This flow diagram represents a distillation of the key aspects of the manual re-annotation process used for the examples presented here. Starting with loading the data into a genome browser (grey box, rounded corners), the process is a complex decision tree with several key stages that require judgement, experience and familiarity with the data in addition to quantitative information (blue boxes). This dependence on qualitative judgements makes this process extreme difficult to capture computationally (in addition to the fact that the process would necessarily change if used with different datasets, species, etc), underscoring the importance of manual annotation. Paths through the decision tree end in one of eight possible end-points; three ‘positive’ re-annotation endpoints (green boxes, rounded corners), three ‘tentative’ re-annotation endpoints (orange boxes, rounded corners) and two ‘negative’ no re-annotation endpoints.

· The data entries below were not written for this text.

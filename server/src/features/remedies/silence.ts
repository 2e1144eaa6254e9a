import type { Finding } from '../../base/finding';
import { listItems } from '../../formats/annotation/lists';
import type { CoordinateTree } from '../../formats/tree';
import { CommentLine } from '../rewrite/comment-line';
import { remarkInsertion } from '../rewrite/remark-lines';
import { offered, type Remedy } from './remedy';

/** Adds the finding's code to those that the file does not want to hear; an error cannot be waved aside so. */
export function silence({ code, severity }: Finding, file: CoordinateTree): Remedy[] {
  if (severity === 'error') return [];
  const title = `Do not report ${code} in this file`;
  if (file.language === 'pdb') {
    const entry = file.remarks
      .filter(({ selector }) => selector === null)
      .flatMap(({ entries }) => entries)
      .find(({ key }) => key === 'silence');
    if (entry === undefined) return offered(title, [remarkInsertion(file, [`silence=${code}`])]);
    if (!entry.closed) return [];
    const codes = listItems(file.text, entry).map(({ start, end }) => file.text.slice(start, end));
    return offered(title, [{ ...entry.value, text: `"${[...codes, code].join(' ')}"` }]);
  }
  // It holds for the file whichever frame gives it.
  const frame = file.frames.find(({ entries }) => entries.some(({ key }) => key === 'silence')) ?? file.frames[0];
  if (frame === undefined) return [];
  const line = new CommentLine(file, frame);
  line.append('silence', [code]);
  return offered(title, line.edits());
}
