import { FINDING_CODES, type FindingCode } from '../../base/catalogue';
import type { Finding } from '../../base/finding';
import { fromBohr, fromNanometres } from './convert-lengths';
import { declareColumns } from './declare-columns';
import { nameUnit } from './dipole-unit';
import { fillDipole } from './fill-dipole';
import { giveAxis } from './give-axis';
import { groupAtoms } from './group-atoms';
import { ionCharge } from './ion-charge';
import { moveOut } from './move-apart';
import type { Remedy, RemedyMaker, Scene } from './remedy';
import { silence } from './silence';
import { sizeAndAxis } from './size-and-axis';
import { writePairs } from './write-pairs';

/** Remedies that a finding carries already; what they are was known where it was found. */
function carriedBy({ fix }: Finding): Remedy[] {
  return fix === undefined ? [] : [{ title: fix.title, edits: () => fix.edits }];
}

const CARRIED: RemedyMaker = carriedBy;

/** The remedies for each finding that has some, the one that is most often meant first. */
const MAKERS: Readonly<Partial<Record<FindingCode, readonly RemedyMaker[]>>> = {
  'count-wrong': [CARRIED],
  'number-unreadable': [CARRIED],
  'field-missing': [CARRIED],
  'element-unknown': [CARRIED],
  'array-length': [CARRIED],
  'value-invalid': [CARRIED],
  'unit-unknown': [CARRIED],
  'selector-unmatched': [CARRIED],
  'key-repeated': [CARRIED],
  'fragments-overlap': [CARRIED],
  'atoms-coincident': [moveOut],
  clash: [moveOut],
  'near-field': [writePairs],
  'dipole-unit': [CARRIED, nameUnit],
  'dipole-reversed': [CARRIED],
  'dipole-rotated': [CARRIED, sizeAndAxis],
  'electron-parity': [CARRIED],
  'charge-sum': [CARRIED],
  'unit-bohr': [fromBohr],
  'unit-nanometre': [fromNanometres],
  'key-misspelt': [CARRIED],
  'value-unportable': [CARRIED],
  'dipole-missing': [fillDipole],
  'dipole-direction': [giveAxis],
  'ion-charge-missing': [ionCharge],
  'extra-columns': [declareColumns],
  'atoms-ungrouped': [groupAtoms],
};

/** A scene whose frame may not be there: of a file without any, or one that is too large to be analysed. */
export type PartialScene = Omit<Scene, 'frame'> & { readonly frame: Scene['frame'] | null };

/** The codes of the findings for which there is a remedy, where it is clear what to do. */
export const MENDED_CODES: readonly FindingCode[] = FINDING_CODES.filter((code) => MAKERS[code] !== undefined);

/** The remedies for a finding; without its frame those that it carries. */
export function remediesFor(finding: Finding, { frame, ...scene }: PartialScene): Remedy[] {
  if (frame === null) return carriedBy(finding);
  return (MAKERS[finding.code] ?? []).flatMap((maker) => maker(finding, { ...scene, frame }));
}

/** The one that keeps a finding from being told again, which mends nothing. */
export function silencesFor(finding: Finding, { file }: PartialScene): readonly Remedy[] {
  return silence(finding, file);
}
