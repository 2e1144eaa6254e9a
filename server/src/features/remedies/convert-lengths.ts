import { BOHR_A } from '../../physics/constants';
import { lengthConversion } from '../rewrite/convert-lengths';
import type { RemedyMaker } from './remedy';

const NANOMETRE_A = 10;

/** Converts all coordinates of the frame to Å. */
function from(unit: string, factor: number): RemedyMaker {
  return (_, { file, frame }) => {
    const edits = lengthConversion(file, frame.model.tree, factor);
    return edits === null ? [] : [{ title: `Convert the coordinates from ${unit} to Å`, edits }];
  };
}

export const fromBohr = from('bohr', BOHR_A);
export const fromNanometres = from('nm', NANOMETRE_A);
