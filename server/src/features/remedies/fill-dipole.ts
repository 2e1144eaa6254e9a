import { atomAtLine } from '../../formats/reread';
import { type DipoleOffer, dipoleOffers, isZero } from '../rewrite/dipole-offers';
import { planDipoles } from '../rewrite/dipole-plan';
import { dipoleEdits, sizeWords } from '../rewrite/write-dipoles';
import { offered, type RemedyMaker } from './remedy';

/** Writes down the published or estimated dipole of the kind of fragment that has none. */
export const fillDipole: RemedyMaker = ({ start }, { file, frame }) => {
  const { model } = frame;
  const atom = atomAtLine(model.tree, file.lines.lineAt(start));
  const kind = model.formulas[model.fragments.ofAtom[atom] ?? -1];
  if (kind === undefined) return [];
  const offers = dipoleOffers(frame, (fragment) => model.formulas[fragment] === kind);
  const [first] = offers;
  if (first === undefined || (first.direction === null && !isZero(first))) return [];
  const plan = planDipoles(frame, offers, (f) => model.formulas[f]!);
  const along = plan.kinds[0]?.axis ? ` along ${plan.kinds[0].axis.text}` : '';
  const form = plan.vectors.length > 0 ? ', as a vector' : along;
  return offered(
    `Give ${kind} its ${sourceName(first)} dipole, ${sizeWords(first.sizeEA)}${form}`,
    dipoleEdits(file, frame, offers),
  );
};

function sourceName({ source }: DipoleOffer): string {
  return source === 'library' ? 'published' : 'estimated';
}
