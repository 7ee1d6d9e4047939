#include <gmock/gmock.h>
#include <fmt/format.h>
#include <gtest/gtest.h>

#include <cmath>

#include <trotline/base/errors.hpp>

#include "analysis/simulated_table.hpp"

namespace trotline {
namespace {

using namespace simulated_table;
using ::testing::Contains;
using ::testing::HasSubstr;

constexpr double kDouble = 1e-6;  // the model's curve of growth and the sum over velocity agree to this

const Check& check_named(const Result& result, const std::string& name) {
  for (const Check& check : result.checks) {
    if (check.name == name) return check;
  }
  ADD_FAILURE() << "no check '" << name << "'";
  static const Check none;
  return none;
}

std::string refusal(const Species& species, const IntensityTable& table, const RunOptions& options) {
  try {
    (void)analyse(species, table, options);
  } catch (const InputError& error) {
    return error.what();
  }
  return "accepted";
}

TEST(LikelihoodMethod, ReturnsTheTruthOfNoiselessLinesFromThinToOpaque) {
  const Species species = rotor();
  for (const double tau0 : {0.01, 1.0, 10.0, 100.0}) {
    const double n = column_for(species, tau0, 40.0, 8);
    const IntensityTable table = table_of(species, {{40.0, n}}, 8);
    for (const char* method : {"likelihood", "robust"}) {
      const Result result = analyse(species, table, by(method));
      ASSERT_EQ(result.status, Status::done) << tau0 << result.message;
      EXPECT_NEAR(result.temperature_k.value / 40.0, 1.0, kDouble) << tau0;
      EXPECT_NEAR(result.column_density_cm2.value / n, 1.0, 20.0 * kDouble) << tau0;
      EXPECT_LT(result.temperature_k.low95, result.temperature_k.low68);
      EXPECT_LT(result.temperature_k.low68, 40.0);
      EXPECT_GT(result.temperature_k.high95, result.temperature_k.high68);
      EXPECT_EQ(result.parameters.size(), 2U);
      for (std::size_t i = 0; i < 8; ++i) {
        EXPECT_NEAR(result.lines[i].optical_depth / depth(species, species.transitions[i], {40.0, n}), 1.0, 1e-4);
        EXPECT_NEAR(result.lines[i].residual_sigma, 0.0, 1e-3);
        // The corrected points lie on the line of the model.
        const double line = result.diagram_line.intercept +
                            result.diagram_line.slope_per_k * result.lines[i].upper_energy_k;
        EXPECT_NEAR(result.lines[i].ln_nu_gu, line, 1e-4);
      }
    }
  }
}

Here we briefly look at the path through the decision tree for two of the simpler examples presented earlier in this work: Example Path 1: BMPR1A (Section 1,
Figure 1
) Starting with loading the data for BMPR1A (1), the EST, cDNA and RNA-seq support the existing annotation intron/exon structure (2), DRS peaks exist downstream (3), RNA-seq and EST data extend beyond the existing annotation (4), the EST and RNA-seq data terminate almost exactly coincident with the strongest downstream DRS peak (5), taken together the RNA-seq and EST data have continuous coverage over the proposed extension (6), there are no clear sequence features (stop codon or internal priming signatures that strongly suggest the re-annotation would be incorrect (7), we propose a clear re-annotation of the gene (8). Example path 2: AT1G68945 (Section 1,
Figure 5
) Starting with loading the data for AT1G68945 (1), the EST, cDNA and RNA-seq support the existing annotation intron/exon structure (2), DRS peaks do not exist downstream (3), DRS peaks do exist on the opposite strand but within the existing annotation (9) the EST data are stranded, however they strand association is unreliable (10), there are sequence features (in this case, numerous stop codons in multiple frames (11), the data, sequence features and existing annotation are inconsistent. We cannot re-annotate the gene without more evidence.(12). In this case, further evidence in the form of strand-specific RNA-seq data from the Ecker Lab [35] would, if included, allow us to follow the path 1,2,3,9,10,13,14,15 resulting in a tentative re-annotation to the opposite strand, despite the apparent presence of stop codons.